Хочется сказать «нет», но Роман с минуту молчит и признаётся:
– Я.
– Ты что, ненормальный?! Зачем ты это сделал?
– Для того, чтобы она тебе время от времени напоминала об этом…
– Дурак! – кричит она.
510
Что ж, пожалуй, дурак и есть. Тогда с этой «дрянью» вышло случайно. Специально он Машку не
учил. Конечно, может быть, жена и в самом деле дрянь, так ведь он сам испортил её. Нина, по
сути, выполняет его программу. Вот о чём не надо забывать.
…На остановку им одним не уйти. На улице ещё темно, рассвет лишь намечается. Одной рукой
Роман катит «сидячую» коляску с Федькой, в другой руке несёт чемодан с его вещичками. Федька,
поднятый сегодня раным-рано, вопреки ожиданиям, не капризничает, а относится к этому с
пониманием и даже любопытством. Конечно, одевать его пришлось полуспящего, но потом,
напившись тёплого чая, он быстро пришёл в бодрое состояние. А ехать в коляске по темноте ему,
кажется, даже интересно, в такое раннее время он ещё не ездил.
Подходя к автобусу, светящемуся квадратами окон, Роман из-за горького тумана на глазах видит
лишь яркий прямоугольник двери. Нина входит первой. Он подаёт ей чемодан. Оборачивается к
коляске, чтобы взять оттуда Федьку, а его там нет. Оказывается, выкарабкавшись из неё и
прошмыгнув под мышку, он стоит уже перед входом, протягивая руки к матери. У Романа
перехватывает дыхание, он поднимает сына к себе, смотрит, как взрослому в глаза, целует в
круглую упругую щёчку и ставит на первую ступеньку, пряча глаза от знакомых в автобусе.
Запомнит ли Федька его слёзы, как сам он помнит отцовскую слезу, когда они ехали в автобусе из
райцентра? Да, конечно, ничего он не запомнит – слишком мал ещё.
Тут же, не дожидаясь отхода автобуса, Роман хватает коляску и оттаскивает её за собой.
Словно спрятавшись в темноте, стоит и давится слезами. Автобус всё не уходит, а душа толкает на
то, чтобы вбежать в автобус, ещё раз взглянуть на сына, попытаться выпросить его у жены. Но
лучше выдержать, перетерпеть. Не надо истерик. На самом деле это будет лишь очередной, уже
публичный скандал с продолжением их неразрешимого противостояния.

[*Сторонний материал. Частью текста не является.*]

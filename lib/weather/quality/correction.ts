/**
 * Corrections as layers over the raw record. Each decision covers one variable of one site over a period; where two overlap the later one
 * wins and works on the raw value, never on what an earlier one made of it. The raw values are never changed.
 */
import { QUALITY, type SiteObservations, type WeatherVariable } from '../variable.ts';

export type CorrectionAct = 'accept' | 'factor' | 'offset' | 'replace' | 'reject' | 'aridity';

/** One decision, in the order in which it was made. */
export interface Correction {
  /** index into the sites of the observations */
  readonly site: number;
  readonly variable: WeatherVariable;
  /** offsets from the first day of the observations, both included; days outside the observations are passed over */
  readonly firstDay: number;
  readonly lastDay: number;
  readonly act: CorrectionAct;
  /** factor [1]; offset or replacement in the unit of the variable; Ko [°C] of an aridity adjustment */
  readonly amount: number;
  /** replacement by day offset; where it has no value the amount stands */
  readonly values?: ReadonlyMap<number, number>;
}

/** What one decision makes of one raw value; NaN for a rejected one. A missing value stays missing unless it is replaced. */
export function correctedValue(correction: Correction, raw: number, day: number): number {
  switch (correction.act) {
    case 'factor':
      return raw * correction.amount;
    case 'offset':
      return raw + correction.amount;
    case 'replace':
      return correction.values?.get(day) ?? correction.amount;
    case 'reject':
      return Number.NaN;
    default:
      return raw;
  }
}

/** Quality of a value under a decision. */
function qualityUnder(act: CorrectionAct, raw: number, value: number): number {
  if (act === 'reject') return Number.isNaN(raw) ? QUALITY.missing : QUALITY.rejected;
  if (Number.isNaN(value)) return QUALITY.missing;
  return act === 'accept' ? QUALITY.measured : QUALITY.corrected;
}

/** Observations whose arrays are their own, so that layers can be laid into them. */
export interface Layered extends SiteObservations {
  readonly values: Partial<Record<WeatherVariable, Float64Array>>;
  readonly quality: Partial<Record<WeatherVariable, Uint8Array>>;
}

/** Observations that share nothing which a layer may change; variables that no layer names are shared, named ones the source lacks are NaN. */
export function layeredOver(observations: SiteObservations, variables: Iterable<WeatherVariable>): Layered {
  const values = { ...observations.values };
  const quality = { ...observations.quality };
  for (const variable of new Set(variables)) {
    const raw = observations.values[variable] ?? new Float64Array(observations.sites.length * observations.dayCount).fill(Number.NaN);
    values[variable] = raw.slice();
    quality[variable] = observations.quality?.[variable]?.slice() ?? qualityOf(raw);
  }
  return { ...observations, values, quality };
}

/** Quality bytes of a series as it was stored: measured where there is a value. */
export function qualityOf(values: Float64Array): Uint8Array {
  return Uint8Array.from(values, (value) => (Number.isNaN(value) ? QUALITY.missing : QUALITY.measured));
}

/**
 * Lays the decisions on single variables over the record; `aridity` is laid after them, by the room that knows humidity.
 *
 * @param corrections in the order in which they were made
 * @returns new observations; the ones given are not changed, and share the arrays of variables that no decision names
 */
export function layCorrections(observations: SiteObservations, corrections: readonly Correction[]): Layered {
  const single = corrections.filter(({ act }) => act !== 'aridity');
  const layered = layeredOver(
    observations,
    single.map(({ variable }) => variable),
  );
  const { dayCount } = observations;
  for (const correction of single) {
    const { site, variable, act } = correction;
    const raw = observations.values[variable];
    const [into, quality] = [layered.values[variable] as Float64Array, layered.quality[variable] as Uint8Array];
    for (let day = Math.max(0, correction.firstDay); day <= Math.min(dayCount - 1, correction.lastDay); day++) {
      const at = site * dayCount + day;
      const before = raw?.[at] ?? Number.NaN;
      into[at] = correctedValue(correction, before, day);
      quality[at] = qualityUnder(act, before, into[at]);
    }
  }
  return layered;
}

/** Marks values in doubt: an open flag does not change a value, it only says so. Corrected, rejected and missing values keep their mark. */
export function markSuspect(
  observations: SiteObservations,
  doubts: readonly { readonly site: number; readonly variable: WeatherVariable; readonly firstDay: number; readonly lastDay: number }[],
): SiteObservations {
  if (doubts.length === 0) return observations;
  const quality = { ...observations.quality };
  const { dayCount } = observations;
  for (const variable of new Set(doubts.map((doubt) => doubt.variable))) {
    const raw = observations.values[variable];
    if (raw) quality[variable] = observations.quality?.[variable]?.slice() ?? qualityOf(raw);
  }
  for (const { site, variable, firstDay, lastDay } of doubts) {
    const own = quality[variable];
    for (let day = Math.max(0, firstDay); own && day <= Math.min(dayCount - 1, lastDay); day++) {
      const at = site * dayCount + day;
      if (own[at] === QUALITY.measured) own[at] = QUALITY.suspect;
    }
  }
  return { ...observations, quality };
}
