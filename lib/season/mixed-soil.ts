/**
 * One soil for a parcel that lies on several: the classes of its soil polygons, weighted by area.
 */
import type { Soil } from './types.ts';

/** A soil class under a parcel, with its share of the parcel's area, 0–1. */
export interface SoilShare {
  readonly soil: string;
  readonly share: number;
}

/** A parcel takes the class itself, not a mixture, from this share of the mapped ground. Common practice, no source. */
const WHOLE = 0.995;
/** Weights are rounded to this many parts, so that parcels alike share one mixture. */
const PARTS = 1000;
/** A member that only some classes have (curve number, root limit) counts when these cover at least this much of the mapped ground. */
const MOST = 0.5;

/**
 * The area-weighted mean of soil classes. The ground that the soil polygons leave out is taken to be like the rest of the parcel. Field
 * capacity, wilting point, depth of the evaporation layer, REW, TEW and curve number are means over the area: common practice, no source.
 * A curve number or root limit that some of the classes lack is the mean of those that have it when they cover half of the ground or
 * more, and missing (NaN) otherwise.
 *
 * @param shares of the parcel, 0–1; classes that `soils` does not have are left out
 * @returns null when no class is left
 * @example mixedSoil([{ soil: 'loam', share: 0.75 }, { soil: 'clay', share: 0.25 }], { loam, clay })?.name // '75 % Loam + 25 % Clay'
 */
export function mixedSoil(shares: readonly SoilShare[], soils: Readonly<Record<string, Soil>>): Soil | null {
  const parts = shares
    .filter(({ soil, share }) => share > 0 && Object.hasOwn(soils, soil))
    .map(({ soil, share }) => ({ soil: soils[soil], share }))
    .sort((a, b) => b.share - a.share || (a.soil.code < b.soil.code ? -1 : 1));
  const mapped = parts.reduce((sum, { share }) => sum + share, 0);
  if (parts.length === 0) return null;
  if (parts[0].share >= WHOLE * mapped) return parts[0].soil;
  const rounded = parts.map(({ soil, share }) => ({ soil, part: Math.round((share / mapped) * PARTS) })).filter(({ part }) => part > 0);
  const all = rounded.reduce((sum, { part }) => sum + part, 0);
  const weighed = rounded.map(({ soil, part }) => ({ soil, weight: part / all }));
  const mean = (value: (soil: Soil) => number) => weighed.reduce((sum, { soil, weight }) => sum + weight * value(soil), 0);
  return {
    code: weighed.map(({ soil, weight }) => `${soil.code} ${weight.toFixed(3)}`).join(' + '),
    name: weighed.map(({ soil, weight }) => `${percent(weight)} % ${soil.name}`).join(' + '),
    fieldCapacity: mean((soil) => soil.fieldCapacity),
    wiltingPoint: mean((soil) => soil.wiltingPoint),
    evaporationDepth: mean((soil) => soil.evaporationDepth),
    readilyEvaporableWater: mean((soil) => soil.readilyEvaporableWater),
    totalEvaporableWater: mean((soil) => soil.totalEvaporableWater),
    curveNumber: meanOfThoseWith(weighed, (soil) => soil.curveNumber),
    rootLimit: meanOfThoseWith(weighed, (soil) => soil.rootLimit),
  };
}

function meanOfThoseWith(weighed: readonly { soil: Soil; weight: number }[], value: (soil: Soil) => number): number {
  const having = weighed.filter(({ soil }) => !Number.isNaN(value(soil)));
  const covered = having.reduce((sum, { weight }) => sum + weight, 0);
  if (covered < MOST) return Number.NaN;
  return having.reduce((sum, { soil, weight }) => sum + (weight / covered) * value(soil), 0);
}

function percent(weight: number): string {
  return weight < 0.005 ? '< 1' : String(Math.round(weight * 100));
}

/** What a parcel says of its soil. */
export interface ParcelSoil {
  readonly soilCode: string | null;
  readonly soilShares: readonly SoilShare[] | null;
}

/**
 * The soil of each parcel: its own code before its soil polygons, these before the soil of the district.
 *
 * @returns `codes`, one for each parcel, each a key of `soils`, which has the library and the mixtures
 */
export function soilsOfParcels(
  parcels: readonly ParcelSoil[],
  library: Readonly<Record<string, Soil>>,
  defaultSoil: string,
): { readonly codes: readonly string[]; readonly soils: Readonly<Record<string, Soil>> } {
  const soils: Record<string, Soil> = { ...library };
  const codes = parcels.map(({ soilCode, soilShares }) => {
    if (soilCode !== null) return soilCode;
    const mixed = soilShares && mixedSoil(soilShares, library);
    if (!mixed) return defaultSoil;
    soils[mixed.code] ??= mixed;
    return mixed.code;
  });
  return { codes, soils };
}
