/** What the steps of a strip's day are told from. */
import { quantity } from '../base/working.ts';
import type { DayRecord } from './day-record.ts';
import type { StripCurve } from './pack.ts';
import type { StripGround } from './strip-ground.ts';
import type { Soil } from './types.ts';

/** A strip's day as the loop went through it, with what it read. */
export interface ToldDay {
  readonly record: DayRecord;
  readonly ground: StripGround;
  readonly curve: StripCurve;
  readonly soil: Soil;
  /** climate part of Kc max, see `climateTerm` */
  readonly climate: number;
  /** symbol of the water that reaches the ground: rain, or rain and melt where snow is kept */
  readonly rain: 'P' | 'Pl';
  /** Kc in place of Kcb + Ke */
  readonly single: boolean;
}

export const mm = (symbol: string, value: number) => quantity(symbol, value, 'mm');
export const one = (symbol: string, value: number) => quantity(symbol, value, '1');
export const metre = (symbol: string, value: number) => quantity(symbol, value, 'm');
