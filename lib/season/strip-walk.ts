/** What the walk over a strip is given, and what it leaves behind. */
import type { DayRecord } from './day-record.ts';
import type { ParcelWeather, StripCurve } from './pack.ts';
import { NO_GROUND, type StripGround } from './strip-ground.ts';
import type { SeasonInput } from './types.ts';

/** Rows that a member of an ensemble fills, each [day kept] over the parcel [mm]; null where nobody asks. */
export interface MemberRows {
  readonly netRequirement: Float64Array | null;
  readonly grossRequirement: Float64Array | null;
  readonly adjustedCropEt: Float64Array | null;
}

/** What a strip's walk reads, and where it writes. */
export interface StripWalk {
  /** days stepped, the first `lead` of them without leaving anything in the rows */
  days: number;
  lead: number;
  /** false: rain-fed */
  irrigate: boolean;
  /** Kc in place of Kcb + Ke: no surface layer */
  single: boolean;
  weather: ParcelWeather;
  /** of the weather, or with a member's factors */
  referenceEt: Float64Array;
  curve: StripCurve;
  ground: StripGround;
  /** the strip in its parcel: by area, and in the means of the soil's state */
  share: number;
  stateShare: number;
  /** Dr, Db, De on the first morning, and the snow that lay [mm] */
  depletion: number;
  below: number;
  surface: number;
  snow: number;
  /** left behind: water that went below the deepest root, with what still stands in a pond [mm] */
  percolated: number;
  /** lower edge of the soil below the root zone [m]; not read by the walk */
  deepestRoot: number;
  /** rows in double precision, added to, [variable × day kept]; null where `stored` takes them */
  daily: Float64Array | null;
  /** rows as stored, of a strip that is the whole parcel, from `storedAt` on; they must be 0 */
  stored: Uint16Array | null;
  storedAt: number;
  /** a few rows alone, added to, where neither of the two is there */
  rows: MemberRows | null;
  /** ETc and ETc adj by planting and stage, added to; share of a planting's area that lies on this strip, by planting */
  stageEt: Float64Array;
  plantingShare: Float64Array;
  /** day whose record is wanted, −1 for none */
  heardDay: number;
  hear: ((record: DayRecord) => void) | null;
}

/** A walk over nothing yet; the NaNs keep the fields in double representation. */
export function emptyWalk(
  given: Pick<StripWalk, 'weather' | 'curve' | 'stageEt' | 'plantingShare'> & { readonly input: SeasonInput },
): StripWalk {
  const { input, ...rows } = given;
  const unset = Number.NaN;
  return {
    days: input.dayCount,
    lead: input.leadDays ?? 0,
    irrigate: input.settings.irrigate,
    single: input.settings.coefficient === 'single',
    ...rows,
    referenceEt: rows.weather.referenceEt,
    ground: NO_GROUND,
    share: unset,
    stateShare: unset,
    depletion: unset,
    below: unset,
    surface: unset,
    snow: unset,
    percolated: unset,
    deepestRoot: unset,
    daily: null,
    stored: null,
    storedAt: 0,
    rows: null,
    heardDay: -1,
    hear: null,
  };
}
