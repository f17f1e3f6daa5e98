/**
 * Weather at a parcel where a series has weights of its own, or where the reference ET is carried from the sites instead of being computed
 * at the parcel. The plain case, one set of weights for all, is in `parcel-weather.ts` and costs less.
 */
import { climateTerm, relativeHumidityMinimum } from '../crop/climate-adjustment.ts';
import { type CarriedSeries, COMPLETED_SERIES, FALLBACK, type SiteWeight } from '../weather/variable.ts';
import { lapseCorrection, openMix, weighDays } from './mix.ts';
import type { PackedSeason } from './pack.ts';
import { noWeather, solveWithinSaturation } from './parcel-reference.ts';
import type { ParcelInput } from './types.ts';

/** Least share of a series' own weights that must report on a day; below it the shared weights stand in. The product's own limit. */
const LEAST_OWN_SHARE = 0.5;

/** Series that cannot be negative: kriging weights can be, and a mix of them too. */
const NOT_NEGATIVE: ReadonlySet<CarriedSeries> = new Set([
  'actualVapourPressure',
  'solarRadiation',
  'windSpeed2m',
  'precipitation',
  'referenceEt',
]);

/** The climate of the crop tables, which leaves their coefficients as they are. Source: FAO-56 Table 12 and Eq. 62: u2 = 2 m/s, RHmin = 45 %. */
const STANDARD_WIND = 2;
const STANDARD_HUMIDITY = 45;

/** A site's part in one value of a parcel. */
export interface SeriesPart {
  readonly site: number;
  /** share among the sites that reported */
  readonly weight: number;
  /** what is added to the site's value for the difference in elevation, in the unit of the series */
  readonly shift: number;
}

/** The weights and gradient one series goes by on one day. */
interface Chosen {
  weights: readonly SiteWeight[];
  sum: number;
  own: boolean;
}

/**
 * Fills `season.weather` and `season.flags` for one parcel, each series by its own weights where it has some.
 *
 *   x = Σ w (x site + gradient (z parcel − z site)) / Σ w, over the sites that report the series that day
 *
 * Where less than half of a series' own weights reports on a day, the shared weights stand in (with the lapse rate, for temperature). Vapour pressure,
 * radiation, wind, rain and reference ET are held at 0 or above; where maximum and minimum temperature cross, both take their mean.
 *
 * With `weather.referenceEt` the reference ET is that mean and nothing is computed at the parcel; days without temperature are then possible:
 * the climate term is 0 and RHmin 45 % (flag `climateAssumedStandard`).
 *
 * @throws {RangeViolation} naming parcel and date when no site has the weather, or the reference ET and rain, of a day
 */
export function placeSeries(season: PackedSeason, parcel: ParcelInput): void {
  weighDays(openMix(season, parcel), season.weather.weightSum);
  season.flags.fill(0);
  for (const name of COMPLETED_SERIES) mixSeries(season, parcel, name, season.weather[name]);
  if (season.input.weather.referenceEt) mixSeries(season, parcel, 'referenceEt', season.weather.referenceEt);
  finishSeries(season, parcel);
}

const chosen: Chosen = { weights: [], sum: 0, own: false };

/** Which weights a series goes by on a day; left in `chosen`. Sum 0 when no site reports. */
function choose(season: PackedSeason, parcel: ParcelInput, name: CarriedSeries, day: number): Chosen {
  const own = parcel.series?.[name];
  if (own) {
    chosen.weights = own.weights;
    chosen.sum = sumReporting(season, own.weights, name, day, true);
    chosen.own = true;
    if (chosen.sum >= LEAST_OWN_SHARE) return chosen;
  }
  chosen.weights = parcel.weights;
  chosen.sum = sumReporting(season, parcel.weights, name, day, false);
  chosen.own = false;
  return chosen;
}

function sumReporting(season: PackedSeason, weights: readonly SiteWeight[], name: CarriedSeries, day: number, own: boolean): number {
  let sum = 0;
  for (const { site, weight } of weights) if (reports(season, name, site, day, own)) sum += weight;
  return sum;
}

/** By shared weights a site counts when its day is whole; by weights of its own, and where reference ET is carried, when it has the value. */
function reports(season: PackedSeason, name: CarriedSeries, site: number, day: number, own: boolean): boolean {
  const at = site * season.input.dayCount + day;
  const { weather } = season.input;
  const alone = own || name === 'referenceEt' || (name === 'precipitation' && Boolean(weather.referenceEt));
  return alone ? Number.isFinite(weather[name]?.[at] ?? Number.NaN) : season.present[at] === 1;
}

/** Change of a site's value towards the parcel's elevation. */
function shiftOf(season: PackedSeason, parcel: ParcelInput, name: CarriedSeries, site: number, own: boolean): number {
  const series = own ? parcel.series?.[name] : undefined;
  const { sites, settings } = season.input;
  if (series) return Number.isNaN(sites[site].elevation) ? 0 : series.gradient * (parcel.elevation - sites[site].elevation);
  if (name !== 'airTemperatureMax' && name !== 'airTemperatureMin') return 0;
  return lapseCorrection(sites[site], parcel, settings.lapseRate);
}

function mixSeries(season: PackedSeason, parcel: ParcelInput, name: CarriedSeries, into: Float64Array): void {
  const { dayCount, weather } = season.input;
  const from = weather[name] as Float64Array;
  for (let day = 0; day < dayCount; day++) {
    const { weights, sum, own } = choose(season, parcel, name, day);
    if (!(sum > 0)) {
      into[day] = Number.NaN;
      continue;
    }
    let total = 0;
    for (const { site, weight } of weights) {
      if (weight === 0 || !reports(season, name, site, day, own)) continue;
      total += weight * (from[site * dayCount + day] + shiftOf(season, parcel, name, site, own));
      season.flags[day] |= weather.flags[site * dayCount + day] & BITS_OF[name];
    }
    const value = total / sum;
    into[day] = value < 0 && NOT_NEGATIVE.has(name) ? 0 : value;
  }
}

/**
 * The sites behind one value of a parcel, as `placeSeries` took them that day.
 *
 * @returns parts whose weights sum to 1; none when no site reported
 */
export function seriesParts(season: PackedSeason, parcel: ParcelInput, name: CarriedSeries, day: number): SeriesPart[] {
  const { weights, sum, own } = choose(season, parcel, name, day);
  return weights
    .filter(({ site, weight }) => weight !== 0 && reports(season, name, site, day, own))
    .map(({ site, weight }) => ({ site, weight: weight / sum, shift: shiftOf(season, parcel, name, site, own) }));
}

/** What the crops need of the day: vapour pressure within es, RHmin, climate term, reference ET where it is not carried. */
function finishSeries(season: PackedSeason, parcel: ParcelInput): void {
  const w = season.weather;
  const carried = Boolean(season.input.weather.referenceEt);
  for (let d = 0; d < season.input.dayCount; d++) {
    const whole = uncross(season, d);
    if (Number.isNaN(w.precipitation[d]) || (carried ? Number.isNaN(w.referenceEt[d]) : !whole)) throw noWeather(season, parcel, d);
    if (whole) deriveAt(season, d, carried);
    else {
      w.humidityMinimum[d] = STANDARD_HUMIDITY;
      w.climate[d] = 0;
      season.flags[d] |= FALLBACK.climateAssumedStandard;
    }
    w.windSum[d + 1] = w.windSum[d] + (whole ? w.windSpeed2m[d] : STANDARD_WIND);
    w.humiditySum[d + 1] = w.humiditySum[d] + w.humidityMinimum[d];
  }
}

/** Brings crossed temperatures together; false when the day lacks temperature, humidity, radiation or wind. */
function uncross(season: PackedSeason, d: number): boolean {
  const w = season.weather;
  if (w.airTemperatureMax[d] < w.airTemperatureMin[d]) {
    w.airTemperatureMax[d] = (w.airTemperatureMax[d] + w.airTemperatureMin[d]) / 2;
    w.airTemperatureMin[d] = w.airTemperatureMax[d];
  }
  w.airTemperatureMean[d] = (w.airTemperatureMax[d] + w.airTemperatureMin[d]) / 2;
  return Number.isFinite(
    w.airTemperatureMax[d] + w.airTemperatureMin[d] + w.actualVapourPressure[d] + w.solarRadiation[d] + w.windSpeed2m[d],
  );
}

function deriveAt(season: PackedSeason, d: number, carried: boolean): void {
  const w = season.weather;
  const day = season.reference;
  day.extraterrestrialRadiation = season.sun.extraterrestrialRadiation[season.dayOfYear[d]];
  day.airTemperatureMax = w.airTemperatureMax[d];
  day.airTemperatureMin = w.airTemperatureMin[d];
  day.actualVapourPressure = w.actualVapourPressure[d];
  day.solarRadiation = w.solarRadiation[d];
  day.windSpeed2m = w.windSpeed2m[d];
  solveWithinSaturation(season, day);
  w.actualVapourPressure[d] = day.actualVapourPressure;
  if (!carried) w.referenceEt[d] = day.referenceEt;
  w.humidityMinimum[d] = relativeHumidityMinimum(day.actualVapourPressure, day.saturationAtMax);
  w.climate[d] = climateTerm(day.windSpeed2m, w.humidityMinimum[d]);
}

const TEMPERATURE_BITS =
  FALLBACK.temperatureFilledInTime |
  FALLBACK.temperatureFromNormal |
  FALLBACK.temperatureExtremesFromMean |
  FALLBACK.temperatureFromNeighbour |
  FALLBACK.temperatureFromSource;
const RAIN_BITS = FALLBACK.precipitationAssumedZero | FALLBACK.precipitationFromNeighbour;

/** What of a site's flags a series brings along: humidity and radiation may have been estimated from temperature. */
const BITS_OF: Readonly<Record<CarriedSeries, number>> = {
  airTemperatureMax: TEMPERATURE_BITS | FALLBACK.elevationAssumed,
  airTemperatureMin: TEMPERATURE_BITS | FALLBACK.elevationAssumed,
  actualVapourPressure:
    FALLBACK.humidityFromDewPoint |
    FALLBACK.humidityFromRhMax |
    FALLBACK.humidityFromRhMean |
    FALLBACK.humidityFromMinimumTemperature |
    FALLBACK.humidityFromNeighbour |
    FALLBACK.humidityFromSource,
  solarRadiation:
    FALLBACK.radiationFromSunshine |
    FALLBACK.radiationFromTemperatureRange |
    FALLBACK.radiationCappedAtClearSky |
    FALLBACK.radiationFromNeighbour |
    FALLBACK.radiationFromSource,
  windSpeed2m:
    FALLBACK.windAssumed | FALLBACK.windHeightAssumed | FALLBACK.windFromNeighbour | FALLBACK.windFromSource | FALLBACK.windFromNormal,
  precipitation: RAIN_BITS,
  referenceEt: ~RAIN_BITS,
};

Автобус, наконец, трогается и уходит, жёлто светясь задним окном, как какой-то отдельный
маленький мир, а Роман остаётся с пустой детской коляской. Зачем она теперь нужна? Может
быть, оставить её здесь или выбросить где-нибудь по дороге? «А может быть, это даже хорошо,
что моих родителей уже нет в живых, – приходит вдруг ему в голову совершенно нелепая мысль, –
мне одному пережить это куда легче. Но как мучились бы сейчас они…»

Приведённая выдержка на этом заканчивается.